Why I disagree with Andrew Gelman’s critique of my paper about the rate of false discoveries in the medical literature

Jeff Leek

With a colleague, I wrote a paper titled, “Empirical estimates suggest most published medical research is true”  which we quietly posted to ArXiv a few days ago. I posted to the ArXiv in the interest of open science and because we didn’t want to delay the dissemination of our approach during the long review process. I didn’t email anyone about the paper or talk to anyone about it, except my friends here locally.

I underestimated the internet. Yesterday, the paper was covered in this piece on the MIT Tech review. That exposure was enough for the paper to appear in a few different outlets. I’m totally comfortable with the paper, but was not anticipating all of the attention so quickly.

In particular, I was a little surprised to see it appear on Andrew Gelman’s blog with the disheartening title, “I don’t believe the paper, “Empirical estimates suggest most published medical research is true.” That is, most published medical research may well be true, but I’m not at all convinced by the analysis being used to support this claim.” I responded briefly this morning to his post, but then had to run off to teach class. After thinking about it a little more, I realized I have some objections to his critique.

His main criticisms of our paper are: (1) with type I/type II errors instead of type S versus type M errors (paragraph 2), (2) that we didn’t look at replication, we performed inference (paragraph 4), (3) that there is p-value hacking going on (paragraph 4), and (4) he thinks that our model does not apply because p-value hacking my change the assumptions underlying this model in genomics.
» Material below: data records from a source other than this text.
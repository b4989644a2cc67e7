import { ContextProvider } from '@lit/context';
import type { ReactiveControllerHost } from 'lit';
import type { UnitSystem } from '../../exchange/amount.js';
import { applyEdit, applySiteEdit } from '../../lot/edit.js';
import type { Edit } from '../../lot/edit.js';
import { EMPTY_LOT } from '../../lot/entry.js';
import type { LotEntry, SiteProfile } from '../../lot/entry.js';
import { EMPTY_DESK, deskContext, deskOf } from './desk.js';
import type { Desk } from './desk.js';
import { EsterwayChangeEvent, EsterwayEditEvent, EsterwaySiteChangeEvent, EsterwayUndoEvent } from './events.js';

/** Steps back that are kept; each is a small document. */
const MOST_STEPS = 200;

/** Holds a lot for an element and all below it: takes their edits, reads the lot anew, hands it down. */
export class DeskHolder {
  readonly #host: ReactiveControllerHost & HTMLElement;
  readonly #provider: ContextProvider<typeof deskContext>;
  #desk: Desk = EMPTY_DESK;
  #outer: Desk | undefined;
  /** What the page set last. */
  #initial: LotEntry = EMPTY_LOT;
  #past: LotEntry[] = [];
  /** Which field the last edit was of: typing on in one field is one step back. */
  #lastField = '';

  constructor(host: ReactiveControllerHost & HTMLElement) {
    this.#host = host;
    this.#provider = new ContextProvider(host, { context: deskContext, initialValue: this.#desk });
    host.addEventListener(EsterwayEditEvent.type, this.#onEdit);
    host.addEventListener(EsterwayUndoEvent.type, this.#onUndo);
  }

  /** Steps back behind a holder further out: hands its lot down and lets edits pass. Undefined ends it. */
  follow(outer: Desk | undefined): void {
    this.#outer = outer;
    this.#provider.setValue(outer ?? this.#desk);
  }

  get desk(): Desk {
    return this.#desk;
  }

  /** Sets the lot from the page's side: no change event, and steps back begin anew. */
  setEntry(entry: LotEntry): void {
    this.#initial = entry;
    this.#past = [];
    this.#lastField = '';
    this.#put(deskOf(entry, this.#desk.site, this.#desk.units));
  }

  setSite(site: SiteProfile): void {
    this.#put(deskOf(this.#desk.entry, site, this.#desk.units, this.#desk.canUndo));
  }

  setUnits(units: UnitSystem): void {
    this.#put({ ...this.#desk, units });
  }

  /** Takes a person's edit. */
  edit(edit: Edit): void {
    const field = fieldOfEdit(edit);
    if (field === '' || field !== this.#lastField) {
      this.#past.push(this.#desk.entry);
      if (this.#past.length > MOST_STEPS) this.#past.shift();
    }
    this.#lastField = field;
    this.#change(applyEdit(this.#desk.entry, edit));
  }

  /** Goes back to the lot that the page set; can be taken back. */
  reset(): void {
    this.edit({ kind: 'replace', entry: this.#initial });
  }

  /** Takes the last step back. */
  undo(): void {
    const before = this.#past.pop();
    this.#lastField = '';
    if (before) this.#change(before);
  }

  #change(entry: LotEntry): void {
    this.#put(deskOf(entry, this.#desk.site, this.#desk.units, this.#past.length > 0));
    this.#host.dispatchEvent(new EsterwayChangeEvent(entry, this.#desk.reading));
  }

  #put(desk: Desk): void {
    this.#desk = desk;
    this.#provider.setValue(this.#outer ?? desk);
    this.#host.requestUpdate();
  }

  readonly #onUndo = (event: EsterwayUndoEvent): void => {
    if (this.#outer) return;
    event.stopPropagation();
    this.undo();
  };

  readonly #onEdit = (event: EsterwayEditEvent): void => {
    if (this.#outer) return;
    event.stopPropagation();
    if (!event.ofSite) return this.edit(event.edit);
    if (event.edit.kind === 'replace') return;
    const site = applySiteEdit(this.#desk.site, event.edit);
    this.setSite(site);
    this.#host.dispatchEvent(new EsterwaySiteChangeEvent(site));
  };
}

function fieldOfEdit(edit: Edit): string {
  switch (edit.kind) {
    case 'figure':
    case 'text':
      return edit.key;
    case 'cells': {
      const [only, ...more] = edit.cells;
      return only && !more.length ? `${edit.list}.${only.index}.${only.cell}` : '';
    }
    default:
      return '';
  }
}
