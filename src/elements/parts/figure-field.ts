import { css, html, nothing } from 'lit';
import type { PropertyValues } from 'lit';
import { property, query, state } from 'lit/decorators.js';
import { decimalMark, fieldText, showNumber } from '../../exchange/number-format.js';
import { readNumber } from '../../exchange/number-text.js';
import type { Figure } from '../../lot/figure.js';
import type { Texts } from '../../locales/en.js';
import { fieldStyles } from './field-styles.js';
import { moveFocus } from './focus-order.js';
import { GuestElement } from './guest.js';
import { LanguageController } from './language.js';
import { inMoney } from './money.js';
import { tokens } from './styles.js';

/** A person typed in a figure field; the figure is undefined when the field was emptied. */
export class FigureInputEvent extends Event {
  static readonly type = 'figure-input';
  constructor(readonly figure: Figure | undefined) {
    super(FigureInputEvent.type);
  }
}

/** Text with tabs or line breaks was pasted into a figure field, as from a sheet. */
export class FigurePasteEvent extends Event {
  static readonly type = 'figure-paste';
  constructor(readonly rows: readonly (readonly string[])[]) {
    super(FigurePasteEvent.type, { cancelable: true });
  }
}

/**
 * A figure with its unit, typed as text. Point and comma are both understood; a figure that could
 * mean two things is asked about. What was typed is never deleted.
 */
export class FigureField extends GuestElement {
  static override styles = [
    tokens,
    fieldStyles,
    css`
      :host([cell]) input {
        padding: 0;
        font-size: 1em;
      }
    `,
  ];

  /** Says what the figure is. */
  @property({ attribute: false }) label = '';
  @property({ attribute: false }) figure: Figure | undefined;
  /** What holds while the field is empty: a site value. */
  @property({ attribute: false }) standing: Figure | undefined;
  /** Symbols of the units offered; the first one stands until another is chosen. */
  @property({ attribute: false }) units: readonly string[] = [];
  /** How the site writes its money, in units of price. */
  @property({ attribute: false }) money = '';
  /** What is wrong, as a sentence with its remedy. */
  @property({ attribute: false }) problem: string | undefined;
  @property({ attribute: false }) note: string | undefined;
  /** In a table: the label is only spoken, and unit and problem stand elsewhere. */
  @property({ type: Boolean, reflect: true }) cell = false;

  @query('input') private readonly input!: HTMLInputElement | null;
  /** The text while it is being typed; the figure is shown by the language again on leaving. */
  @state() private draft: string | undefined;
  @state() private typing = false;
  #unit: string | undefined;
  #sent: Figure | undefined;
  readonly #language = new LanguageController(this);

  protected override willUpdate(changed: PropertyValues<this>): void {
    // this field renders before the section hands the figure sent back: only a figure that has come can differ from it
    if (changed.has('figure') && !sameFigure(this.figure, this.#sent)) this.draft = undefined;
  }

  override render() {
    const { texts } = this.#language;
    const problem = this.typing ? undefined : this.problem;
    return html`
      <label for="in" class=${this.cell ? 'unseen' : ''}>${this.label}</label>
      <div class="line ${problem ? 'wrong' : ''}" part="line">
        <input
          id="in"
          data-field
          part="input"
          type="text"
          inputmode="decimal"
          autocomplete="off"
          spellcheck="false"
          .value=${this.shown}
          placeholder=${this.placeholder}
          aria-invalid=${problem ? 'true' : 'false'}
          aria-describedby="said"
          @input=${this.onInput}
          @keydown=${this.onKeydown}
          @paste=${this.onPaste}
          @blur=${this.settle}
        />
        ${this.cell ? nothing : this.unitPart(texts)}
      </div>
      <div id="said" class=${this.cell ? 'unseen' : ''}>
        ${problem ? html`<p class="problem" part="problem">${problem} ${this.cell ? nothing : this.readings()}</p>` : nothing}
        ${this.note && !problem ? html`<p class="note">${this.note}</p>` : nothing}
      </div>
    `;
  }

  override focus(options?: FocusOptions): void {
    this.input?.focus(options);
  }

  /** Moves on to the field after this one, or back to the one before. */
  leave(step: 1 | -1): void {
    if (this.input) moveFocus(this.input, step);
  }

  private unitPart(texts: Texts) {
    const { unit } = this;
    if (this.units.length < 2) return unit ? html`<span class="unit">${inMoney(unit, this.money)}</span>` : nothing;
    const offered = this.units.includes(unit) ? this.units : [unit, ...this.units];
    return html`<select class="unit" part="unit" aria-label=${texts.field.unitOf.replace('{label}', this.label)} @change=${this.onUnit}>
      ${offered.map((symbol) => html`<option value=${symbol} ?selected=${symbol === unit}>${inMoney(symbol, this.money)}</option>`)}
    </select>`;
  }

  /** For a figure that could mean two things: both, to choose from. */
  private readings() {
    const { figure } = this;
    if (!figure || !('doubt' in figure)) return nothing;
    const read = readNumber(figure.typed, this.mark);
    if (!('doubt' in read) || !read.readings) return nothing;
    return read.readings.map(
      (text) => html`<button type="button" @click=${() => this.send({ text, unit: this.unit })}>${showNumber(text, this.#language.tag)}</button>`,
    );
  }

  private get mark(): '.' | ',' {
    return decimalMark(this.#language.tag);
  }

  private get unit(): string {
    return this.figure?.unit ?? this.#unit ?? this.standing?.unit ?? this.units[0] ?? '';
  }

  private get shown(): string {
    return this.draft ?? (this.figure ? textOf(this.figure, this.#language.tag) : '');
  }

  private get placeholder(): string {
    return this.standing ? textOf(this.standing, this.#language.tag) : '';
  }

  private onInput(event: InputEvent): void {
    this.draft = (event.target as HTMLInputElement).value;
    this.typing = true;
    this.send(readFigureText(this.draft, this.mark, this.unit));
  }

  private onUnit(event: Event): void {
    this.#unit = (event.target as HTMLSelectElement).value;
    if (this.figure) this.send({ ...this.figure, unit: this.#unit });
    else this.requestUpdate();
  }

  private send(figure: Figure | undefined): void {
    this.#sent = figure;
    this.#unit = figure?.unit ?? this.#unit;
    this.dispatchEvent(new FigureInputEvent(figure));
  }

  private settle(): void {
    this.typing = false;
    this.draft = undefined;
  }

  private onKeydown(event: KeyboardEvent): void {
    if (event.key !== 'Enter' || event.isComposing) return;
    event.preventDefault();
    this.settle();
    moveFocus(event.target as HTMLElement, event.shiftKey ? -1 : 1);
  }

  private onPaste(event: ClipboardEvent): void {
    const text = event.clipboardData?.getData('text/plain') ?? '';
    if (!/[\t\n]/.test(text.trim())) return;
    const rows = text.replace(/\r\n?/g, '\n').replace(/\n+$/, '').split('\n').map((line) => line.split('\t'));
    if (!this.dispatchEvent(new FigurePasteEvent(rows))) event.preventDefault();
  }
}

/** What was typed, as a figure: understood, or kept with the doubt about it. Undefined when there is nothing. */
export function readFigureText(typed: string, mark: '.' | ',', unit: string): Figure | undefined {
  const read = readNumber(typed, mark);
  if ('empty' in read) return undefined;
  return 'text' in read ? { text: read.text, unit } : { typed, doubt: read.doubt, unit };
}

const textOf = (figure: Figure, tag: string): string => ('text' in figure ? fieldText(figure.text, tag) : figure.typed);

function sameFigure(a: Figure | undefined, b: Figure | undefined): boolean {
  return JSON.stringify(a) === JSON.stringify(b);
}

declare global {
  interface HTMLElementTagNameMap {
    'esterway-figure': FigureField;
  }
  interface HTMLElementEventMap {
    'figure-input': FigureInputEvent;
    'figure-paste': FigurePasteEvent;
  }
}
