import type { ReactiveController, ReactiveControllerHost } from 'lit';
import { de } from '../../locales/de.js';
import { en } from '../../locales/en.js';
import type { Texts } from '../../locales/en.js';

/** The languages the elements speak. */
export const LANGUAGES: Readonly<Record<string, Texts>> = { en, de };

/** Follows the nearest `lang`, through shadow roots; English where it is none of the spoken languages. */
export class LanguageController implements ReactiveController {
  readonly #host: ReactiveControllerHost & HTMLElement;
  readonly #observer = typeof MutationObserver === 'undefined' ? undefined : new MutationObserver(() => this.#look());
  #tag = 'en';

  constructor(host: ReactiveControllerHost & HTMLElement) {
    this.#host = host;
    host.addController(this);
  }

  /** The language tag that figures and dates are written by. */
  get tag(): string {
    return this.#tag;
  }

  get texts(): Texts {
    return LANGUAGES[this.#tag.split('-')[0] ?? ''] ?? en;
  }

  hostConnected(): void {
    for (const element of ancestors(this.#host)) this.#observer?.observe(element, { attributes: true, attributeFilter: ['lang'] });
    this.#look();
  }

  hostDisconnected(): void {
    this.#observer?.disconnect();
  }

  #look(): void {
    let tag = '';
    for (const element of ancestors(this.#host)) if (!tag) tag = element.getAttribute('lang') ?? '';
    tag = usable(tag);
    if (tag === this.#tag) return;
    this.#tag = tag;
    this.#host.requestUpdate();
  }
}

/** A tag that no format of the browser refuses: pages also write `de_DE` or `en-US@posix`. */
function usable(tag: string): string {
  try {
    return Intl.getCanonicalLocales(tag.replaceAll('_', '-'))[0] ?? 'en';
  } catch {
    const language = /^[a-z]*/i.exec(tag)?.[0].toLowerCase() ?? '';
    return Object.hasOwn(LANGUAGES, language) ? language : 'en';
  }
}

/** The element and everything around it, out through shadow roots. */
function* ancestors(from: Element): Generator<Element> {
  let element: Element | null = from;
  while (element) {
    yield element;
    const root: Node = element.getRootNode();
    element = element.assignedSlot ?? element.parentElement ?? (root instanceof ShadowRoot ? root.host : null);
  }
}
I will handle each of these individually:

  1. This is primarily semantics. Andrew is concerned with interesting/uninteresting with his Type S and Type M Errors. We are concerned with true/false positives as defined by type I and type II errors (and a null hypothesis). You might believe that the null is never true - but then by the standards of the original paper all published research is true. Or you might say that a non-null result might have an effect size too small to be interesting - but the framework being used here is hypothesis testing and we have stated how we defined a true positive in that framework explicitly.  We define the error rate by the rate of classifying thing as null when they should be classified as alternative and vice versa. We then estimate the false discovery rate, under the framework used to calculate those p-values. So this is not a criticism of our work with evidence, rather it is a stated difference of opinion about the philosophy of statistics not supported by conclusive data.

  2. Gelman says he originally thought we would follow up specific p-values to see if the results replicated and makes that a critique of our paper. That would definitely be another approach to the problem. Instead, we chose to perform statistical inference using justified and widely used statistical techniques. Others have taken the replication route, but of course that approach too would be fraught with difficulty - are the exact conditions replicable (e.g. for a clinical trial), can we sample from the same population (if it has changed or is hard to sample), and what do we mean by replicates (would two p-values less than 0.05 be convincing?). This again is not a criticism of our approach, but a statement of another, different analysis Gelman was wishing to see.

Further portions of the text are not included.